Collect all lines containing the word "second" from the data.
>>>
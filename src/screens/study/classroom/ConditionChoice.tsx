import type { Study } from '../../../model/study.ts';
import { Choice } from '../../../ui/Choice.tsx';
import { useWords } from '../../services.ts';

interface Props {
  readonly study: Study;
  readonly value: string | null;
  readonly onChange: (condition: string | null) => void;
}

/** One of the study's conditions, or none. */
export function ConditionChoice({ study: { conditions }, value, onChange }: Props) {
  const { study } = useWords();
  if (conditions.length === 0 && value === null) return null;
  // A condition's own word could be the word for none, so they are told apart by a letter in front.
  const known = value === null || conditions.includes(value) ? conditions : [...conditions, value];
  return (
    <Choice
      legend={study.classCondition}
      value={value === null ? 'none' : `c${value}`}
      onChange={(next) => onChange(next === 'none' ? null : next.slice(1))}
      options={[
        ...known.map((one) => ({ value: `c${one}`, label: one })),
        { value: 'none', label: study.noCondition },
      ]}
    />
  );
}
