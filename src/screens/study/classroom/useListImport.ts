import type { ReactNode } from 'react';
import { ok, type Result } from '../../../kernel/result.ts';
import type { Classroom } from '../../../model/classroom.ts';
import { type ClassListSource, importClassList, removeChild } from '../../../tasks/index.ts';
import { useServices } from '../../services.ts';
import { useDoing } from '../useDoing.tsx';

interface ListImport {
  /** Takes a list over and says what came of it; true when it was taken. */
  readonly take: (source: ClassListSource) => Promise<boolean>;
  readonly notice: ReactNode;
  readonly busy: boolean;
}

/** Takes class lists over, says how many lines were left out, and takes the new children back when asked. */
export function useListImport(classroom: Classroom): ListImport {
  const { words, deps } = useServices();
  const { run, tell, notice, busy } = useDoing();
  const take = async (source: ClassListSource): Promise<boolean> => {
    const before = new Set(classroom.children.map((child) => child.id));
    const done = await run(importClassList(deps, classroom.id, source));
    if (!done.ok) return false;
    const { added, changed, withoutConsent, seatsLeftOpen } = done.value;
    const fresh = done.value.classroom.children.map((child) => child.id).filter((id) => !before.has(id));
    const takeBack = async (): Promise<Result<unknown>> => {
      for (const child of fresh) {
        const removed = await removeChild(deps, classroom.id, child);
        if (!removed.ok) return removed;
      }
      return ok(null);
    };
    tell(
      words.study.listDone({ added, changed, left: withoutConsent, seatsOpen: seatsLeftOpen }),
      fresh.length > 0 ? takeBack : undefined,
    );
    return true;
  };
  return { take, notice, busy };
}
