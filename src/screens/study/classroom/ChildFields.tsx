import { TextField } from '../../../ui/Field.tsx';
import { useWords } from '../../services.ts';

/** A child as it is typed; an empty stratum is none. */
export interface TypedChild {
  readonly pseudonym: string;
  readonly stratum: string;
}

/** The same as it is kept. */
export const childOf = ({ pseudonym, stratum }: TypedChild) => ({
  pseudonym,
  stratum: stratum.trim() === '' ? null : stratum,
});

interface Props {
  readonly value: TypedChild;
  readonly onChange: (value: TypedChild) => void;
  /** True where somebody has just asked to change the child. */
  readonly autoFocus?: boolean;
}

/** What is asked of a child: a pseudonym, and the stratum that the draw keeps to. */
export function ChildFields({ value, onChange, autoFocus = false }: Props) {
  const { study } = useWords();
  return (
    <>
      <TextField
        label={study.pseudonym}
        hint={study.pseudonymHint}
        maxLength={200}
        autoFocus={autoFocus}
        value={value.pseudonym}
        onChange={(event) => onChange({ ...value, pseudonym: event.target.value })}
      />
      <TextField
        label={study.stratum}
        hint={study.stratumHint}
        maxLength={200}
        value={value.stratum}
        onChange={(event) => onChange({ ...value, stratum: event.target.value })}
      />
    </>
  );
}
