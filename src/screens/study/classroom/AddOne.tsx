import { useState } from 'react';
import type { Classroom } from '../../../model/classroom.ts';
import { addChild, removeChild } from '../../../tasks/index.ts';
import { Button } from '../../../ui/Button.tsx';
import { Check } from '../../../ui/Choice.tsx';
import { TextField } from '../../../ui/Field.tsx';
import { useServices } from '../../services.ts';
import { suggestPseudonym } from '../suggestPseudonym.ts';
import { useDoing } from '../useDoing.tsx';

/** One child at a time; the next free pseudonym stands there already. */
export function AddOne({ classroom }: { readonly classroom: Classroom }) {
  const { words, deps } = useServices();
  const { run, tell, notice, busy } = useDoing();
  const [typed, setTyped] = useState<string | null>(null);
  const [stratum, setStratum] = useState('');
  const [consent, setConsent] = useState(false);
  const taken = classroom.children.map((child) => child.pseudonym);
  const pseudonym = typed ?? suggestPseudonym(classroom.name, taken, words.study.animals.split(', '));
  const add = async () => {
    const added = await run(
      addChild(deps, classroom.id, {
        pseudonym,
        stratum: stratum.trim() === '' ? null : stratum,
        consent,
      }),
    );
    if (!added.ok) return;
    setTyped(null);
    const child = added.value.children.at(-1);
    tell(words.study.added({ name: child?.pseudonym ?? pseudonym }), () =>
      removeChild(deps, classroom.id, child?.id ?? ''),
    );
  };
  return (
    <form
      className="stack-tight"
      onSubmit={(event) => {
        event.preventDefault();
        void add();
      }}
    >
      <TextField
        label={words.study.pseudonym}
        hint={words.study.pseudonymHint}
        maxLength={200}
        value={pseudonym}
        onChange={(event) => setTyped(event.target.value)}
      />
      <TextField
        label={words.study.stratum}
        hint={words.study.stratumHint}
        maxLength={200}
        value={stratum}
        onChange={(event) => setStratum(event.target.value)}
      />
      <Check label={words.study.consent} checked={consent} onChange={setConsent} />
      {notice}
      <div className="row">
        <Button type="submit" disabled={busy}>
          {words.study.addChild}
        </Button>
      </div>
    </form>
  );
}
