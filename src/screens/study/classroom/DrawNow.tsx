import { useState } from 'react';
import type { Classroom } from '../../../model/classroom.ts';
import type { Protocol } from '../../../model/protocol.ts';
import { looksAtEverybody } from '../../../schedule/orderOfDay.ts';
import { drawTargets } from '../../../tasks/index.ts';
import { Button } from '../../../ui/Button.tsx';
import { Choice } from '../../../ui/Choice.tsx';
import { TextField } from '../../../ui/Field.tsx';
import { useServices } from '../../services.ts';
import { Stored } from '../Stored.tsx';
import { useDoing } from '../useDoing.tsx';

interface Props {
  readonly classroom: Classroom;
  /** Seed of a draw that was just taken back. */
  readonly lastSeed: string | null;
}

/** Not drawn yet: for which protocol, with which seed, and the draw itself. */
export function DrawNow(props: Props) {
  const { words, useStored } = useServices();
  const protocols = useStored((store) => store.protocols(props.classroom.study), [props.classroom.study]);
  return (
    <Stored answer={protocols}>
      {(found) => {
        const forDraws = found.filter((one) => !looksAtEverybody(one));
        if (found.length === 0) return <p className="second">{words.study.noProtocols}</p>;
        if (forDraws.length === 0) return <p className="second">{words.study.drawNotNeeded}</p>;
        return (
          <>
            {forDraws.length < found.length && <p className="second">{words.study.drawNotFor}</p>}
            <Draw {...props} protocols={forDraws} />
          </>
        );
      }}
    </Stored>
  );
}

function Draw({ classroom, lastSeed, protocols }: Props & { readonly protocols: readonly Protocol[] }) {
  const { words, deps } = useServices();
  const { run, notice, busy } = useDoing();
  const [chosen, choose] = useState(protocols[0]?.id ?? '');
  const [seed, setSeed] = useState('');
  const protocol = protocols.find((one) => one.id === chosen) ?? protocols[0];
  if (protocol === undefined) return null;
  const present = classroom.children.filter((child) => !child.removed).length;
  if (present === 0) return <p className="second">{words.study.drawNobody}</p>;
  const children = Math.min(present, protocol.childrenToDraw);
  const reserves = Math.min(present - children, protocol.reserves);
  return (
    <div className="stack-tight">
      <p className="second">{words.study.drawWhy}</p>
      {protocols.length > 1 && (
        <Choice
          legend={words.study.drawProtocol}
          value={protocol.id}
          onChange={choose}
          options={protocols.map((one) => ({
            value: one.id,
            label: one.name,
            hint: words.study.drawProtocolHint({ children: one.childrenToDraw, reserves: one.reserves }),
          }))}
        />
      )}
      <TextField
        label={words.study.seed}
        hint={
          lastSeed === null
            ? words.study.seedHint
            : `${words.study.seedHint} ${words.study.seedLast({ seed: lastSeed })}`
        }
        maxLength={200}
        value={seed}
        onChange={(event) => setSeed(event.target.value)}
      />
      {present < protocol.childrenToDraw + protocol.reserves && (
        <p>
          {words.study.drawFew({ children: present, wanted: protocol.childrenToDraw + protocol.reserves })}
        </p>
      )}
      {notice}
      <div className="row">
        <Button
          disabled={busy}
          onClick={() => run(drawTargets(deps, classroom.id, { id: protocol.id }, seed))}
        >
          {words.study.drawNow({ children, reserves })}
        </Button>
      </div>
    </div>
  );
}
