import { useRef, useState } from 'react';
import type { Child, Classroom } from '../../../model/classroom.ts';
import { removeChild } from '../../../tasks/index.ts';
import { restoreChild } from '../../../tasks/restore.ts';
import { Button } from '../../../ui/Button.tsx';
import { Sheet } from '../../../ui/Sheet.tsx';
import { useServices } from '../../services.ts';
import { useDoing } from '../useDoing.tsx';
import { AddChildren } from './AddChildren.tsx';
import { ChangeChild } from './ChangeChild.tsx';

/** The children of the class, each to be opened by a tap, and ways to add more. */
export function ChildrenSheet({ classroom }: { readonly classroom: Classroom }) {
  const { words, deps } = useServices();
  const { study, f } = words;
  const { run, tell, notice } = useDoing();
  const children = classroom.children
    .filter((child) => !child.removed)
    .sort((a, b) => a.pseudonym.localeCompare(b.pseudonym, f.locale, { numeric: true }));
  const [opened, open] = useState<string | null>(null);
  const [adding, setAdding] = useState(children.length === 0);
  const list = useRef<HTMLUListElement>(null);
  const child = children.find((one) => one.id === opened);
  const close = () => {
    // The keyboard stays with the child whose form goes away.
    list.current?.querySelector<HTMLElement>('[aria-expanded="true"]')?.focus();
    open(null);
  };
  const withdraw = async ({ id, pseudonym }: Child) => {
    const seat = classroom.plan?.seats.find((one) => one.child === id)?.id ?? null;
    const done = await run(removeChild(deps, classroom.id, id));
    if (!done.ok) return;
    list.current?.focus();
    open(null);
    tell(study.withdrawn({ name: pseudonym }), () => restoreChild(deps, classroom.id, id, seat));
  };
  return (
    <Sheet title={study.children}>
      <div className="stack">
        {notice}
        {children.length === 0 && <p className="second">{`${study.noChildren} ${study.consentFirst}`}</p>}
        {children.length > 0 && (
          <div className="stack-tight">
            <ul className="child-list" aria-label={study.children} tabIndex={-1} ref={list}>
              {children.map((one) => (
                <li key={one.id}>
                  <Button
                    className="child-open"
                    aria-expanded={one.id === opened}
                    onClick={() => open(one.id === opened ? null : one.id)}
                  >
                    <span>{one.pseudonym}</span>
                    {one.stratum !== null && <span className="second small">{one.stratum}</span>}
                  </Button>
                </li>
              ))}
            </ul>
            {child === undefined ? (
              <p className="second small">{study.tapToChange}</p>
            ) : (
              <ChangeChild
                key={child.id}
                classroom={classroom.id}
                child={child}
                onWithdraw={() => void withdraw(child)}
                onDone={close}
              />
            )}
          </div>
        )}
        {children.length > 0 && (
          <div className="row">
            <Button aria-expanded={adding} onClick={() => setAdding(!adding)}>
              {study.addMore}
            </Button>
          </div>
        )}
        {adding && children.length > 0 && <p className="second">{study.consentFirst}</p>}
        {adding && <AddChildren classroom={classroom} />}
      </div>
    </Sheet>
  );
}
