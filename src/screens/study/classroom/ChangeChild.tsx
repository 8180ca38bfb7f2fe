import { useState } from 'react';
import type { Child } from '../../../model/classroom.ts';
import { renameChild } from '../../../tasks/index.ts';
import { Button } from '../../../ui/Button.tsx';
import { Form } from '../../../ui/Form.tsx';
import { useServices } from '../../services.ts';
import { useDoing } from '../useDoing.tsx';
import { ChildFields, childOf, type TypedChild } from './ChildFields.tsx';

interface Props {
  readonly classroom: string;
  readonly child: Child;
  readonly onWithdraw: () => void;
  /** Changed, or left as it was. */
  readonly onDone: () => void;
}

/** One child: pseudonym and stratum to be changed, or the child withdrawn. */
export function ChangeChild({ classroom, child, onWithdraw, onDone }: Props) {
  const { words, deps } = useServices();
  const { run, notice, busy } = useDoing();
  const [typed, setTyped] = useState<TypedChild>({
    pseudonym: child.pseudonym,
    stratum: child.stratum ?? '',
  });
  const save = async () => {
    const kept = await run(renameChild(deps, classroom, child.id, childOf(typed)));
    if (kept.ok) onDone();
  };
  return (
    <Form
      className="child-change stack-tight"
      aria-label={words.study.changeOf({ name: child.pseudonym })}
      onSubmit={save}
      onKeyDown={(event) => {
        if (event.key === 'Escape') onDone();
      }}
    >
      <ChildFields value={typed} onChange={setTyped} autoFocus />
      {notice}
      <div className="row">
        <Button type="submit" disabled={busy}>
          {words.common.save}
        </Button>
        <Button look="quiet" onClick={onWithdraw}>
          {words.study.withdrawOf({ name: child.pseudonym })}
        </Button>
        <Button look="quiet" onClick={onDone}>
          {words.common.cancel}
        </Button>
      </div>
    </Form>
  );
}
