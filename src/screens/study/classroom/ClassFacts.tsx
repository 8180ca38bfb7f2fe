import { useState } from 'react';
import { useLocation } from 'wouter';
import type { Classroom } from '../../../model/classroom.ts';
import type { Study } from '../../../model/study.ts';
import { removeClass, saveClass } from '../../../tasks/index.ts';
import { restoreClass } from '../../../tasks/restore.ts';
import { Button } from '../../../ui/Button.tsx';
import { TextField } from '../../../ui/Field.tsx';
import { Sheet } from '../../../ui/Sheet.tsx';
import { useServices } from '../../services.ts';
import { useFarewell } from '../farewell.ts';
import { useDoing } from '../useDoing.tsx';
import { ConditionChoice } from './ConditionChoice.tsx';

/** Name and condition of the class, and its way off the list. */
export function ClassFacts({ classroom, study }: { readonly classroom: Classroom; readonly study: Study }) {
  const { words, deps } = useServices();
  const [, go] = useLocation();
  const farewell = useFarewell();
  const [name, setName] = useState(classroom.name);
  const [condition, setCondition] = useState(classroom.condition);
  const { run, tell, notice, busy } = useDoing();
  const save = async () => {
    const [oldName, oldCondition] = [classroom.name, classroom.condition];
    const kept = await run(saveClass(deps, classroom.id, { name, condition }));
    if (!kept.ok) return;
    setName(kept.value.name);
    tell(words.study.taken, async () => {
      const back = await saveClass(deps, classroom.id, { name: oldName, condition: oldCondition });
      if (back.ok) {
        setName(oldName);
        setCondition(oldCondition);
      }
      return back;
    });
  };
  const remove = async () => {
    const removed = await run(removeClass(deps, classroom.id));
    if (!removed.ok) return;
    farewell.tell(words.study.classRemoved({ name: classroom.name }), () => restoreClass(deps, classroom.id));
    go('/study');
  };
  return (
    <Sheet title={words.study.aClass}>
      <form
        className="stack-tight"
        onSubmit={(event) => {
          event.preventDefault();
          void save();
        }}
      >
        <TextField
          label={words.study.className}
          maxLength={200}
          value={name}
          onChange={(event) => setName(event.target.value)}
        />
        <ConditionChoice study={study} value={condition} onChange={setCondition} />
        {notice}
        <div className="row">
          <Button type="submit" disabled={busy}>
            {words.common.save}
          </Button>
          <Button look="quiet" disabled={busy} onClick={remove}>
            {words.study.removeClass}
          </Button>
        </div>
      </form>
    </Sheet>
  );
}
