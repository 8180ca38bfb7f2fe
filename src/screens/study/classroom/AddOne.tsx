import { useState } from 'react';
import type { Classroom } from '../../../model/classroom.ts';
import { addChild, removeChild } from '../../../tasks/index.ts';
import { Button } from '../../../ui/Button.tsx';
import { Check } from '../../../ui/Choice.tsx';
import { Form } from '../../../ui/Form.tsx';
import { useServices } from '../../services.ts';
import { suggestPseudonym } from '../suggestPseudonym.ts';
import { useDoing } from '../useDoing.tsx';
import { ChildFields, childOf } from './ChildFields.tsx';

/** One child at a time; the next free pseudonym stands there already. */
export function AddOne({ classroom }: { readonly classroom: Classroom }) {
  const { words, deps } = useServices();
  const { run, tell, notice, busy } = useDoing();
  const [typed, setTyped] = useState<string | null>(null);
  const [stratum, setStratum] = useState('');
  const [consent, setConsent] = useState(false);
  const taken = classroom.children.map((child) => child.pseudonym);
  const pseudonym = typed ?? suggestPseudonym(classroom.name, taken, words.study.animals.split(', '));
  const add = async () => {
    const added = await run(addChild(deps, classroom.id, { ...childOf({ pseudonym, stratum }), consent }));
    if (!added.ok) return;
    setTyped(null);
    const child = added.value.children.at(-1);
    tell(words.study.added({ name: child?.pseudonym ?? pseudonym }), () =>
      removeChild(deps, classroom.id, child?.id ?? ''),
    );
  };
  return (
    <Form className="stack-tight" onSubmit={add}>
      <ChildFields
        value={{ pseudonym, stratum }}
        onChange={(next) => {
          if (next.pseudonym !== pseudonym) setTyped(next.pseudonym);
          setStratum(next.stratum);
        }}
      />
      <Check label={words.study.consent} checked={consent} onChange={setConsent} />
      {notice}
      <div className="row">
        <Button type="submit" disabled={busy}>
          {words.study.addChild}
        </Button>
      </div>
    </Form>
  );
}
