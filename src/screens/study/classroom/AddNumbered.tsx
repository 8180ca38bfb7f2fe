import { useState } from 'react';
import type { Classroom } from '../../../model/classroom.ts';
import { Button } from '../../../ui/Button.tsx';
import { Check } from '../../../ui/Choice.tsx';
import { useServices } from '../../services.ts';
import { NumberField } from '../NumberField.tsx';
import { suggestPseudonym } from '../suggestPseudonym.ts';
import { useListImport } from './useListImport.ts';

/** So many children at once, under the next free pseudonyms. */
export function AddNumbered({ classroom }: { readonly classroom: Classroom }) {
  const { words } = useServices();
  const [count, setCount] = useState(20);
  const [consent, setConsent] = useState(false);
  const { take, notice, busy } = useListImport(classroom);
  const names = nextPseudonyms(classroom, count, words.study.animals.split(', '));
  const [first, last] = [names[0] ?? '', names.at(-1) ?? ''];
  return (
    <div className="stack-tight">
      <NumberField label={words.study.howMany} min={1} max={60} value={count} onValue={setCount} />
      <Check label={words.study.consent} checked={consent} onChange={setConsent} />
      {notice}
      <div className="row">
        <Button disabled={busy} onClick={() => take({ content: names.join('\n'), consent })}>
          {names.length === 1
            ? words.study.addNumberedOne({ first })
            : words.study.addNumbered({ first, last })}
        </Button>
      </div>
    </div>
  );
}

function nextPseudonyms(classroom: Classroom, count: number, animals: readonly string[]): string[] {
  const taken = classroom.children.map((child) => child.pseudonym);
  const names: string[] = [];
  for (let n = 0; n < count; n++) names.push(suggestPseudonym(classroom.name, [...taken, ...names], animals));
  return names;
}
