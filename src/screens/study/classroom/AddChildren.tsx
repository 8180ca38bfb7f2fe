import { useState } from 'react';
import type { Classroom } from '../../../model/classroom.ts';
import { Choice } from '../../../ui/Choice.tsx';
import { useWords } from '../../services.ts';
import { AddFromFile, AddFromList } from './AddFromList.tsx';
import { AddNumbered } from './AddNumbered.tsx';
import { AddOne } from './AddOne.tsx';

type Way = 'numbered' | 'one' | 'list' | 'file';

/** Four ways to write children down. */
export function AddChildren({ classroom }: { readonly classroom: Classroom }) {
  const { study } = useWords();
  const [way, setWay] = useState<Way>(classroom.children.length === 0 ? 'numbered' : 'one');
  return (
    <div className="stack-tight">
      <Choice
        legend={study.howToAdd}
        legendHidden
        value={way}
        onChange={setWay}
        options={[
          { value: 'one', label: study.oneByOne },
          { value: 'numbered', label: study.numbered },
          { value: 'list', label: study.fromList },
          { value: 'file', label: study.fromFile },
        ]}
      />
      {way === 'one' && <AddOne classroom={classroom} />}
      {way === 'numbered' && <AddNumbered classroom={classroom} />}
      {way === 'list' && <AddFromList classroom={classroom} />}
      {way === 'file' && <AddFromFile classroom={classroom} />}
    </div>
  );
}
<<<
SOLVED EXERCISE:
        if (found.length === 0) return <p className="second">{words.study.noProtocols}</p>;
        if (forDraws.length === 0) return <p className="second">{words.study.drawNotNeeded}</p>;
            {forDraws.length < found.length && <p className="second">{words.study.drawNotFor}</p>}
  if (present === 0) return <p className="second">{words.study.drawNobody}</p>;
      <p className="second">{words.study.drawWhy}</p>
        {children.length === 0 && <p className="second">{`${study.noChildren} ${study.consentFirst}`}</p>}
                    {one.stratum !== null && <span className="second small">{one.stratum}</span>}
              <p className="second small">{study.tapToChange}</p>
        {adding && children.length > 0 && <p className="second">{study.consentFirst}</p>}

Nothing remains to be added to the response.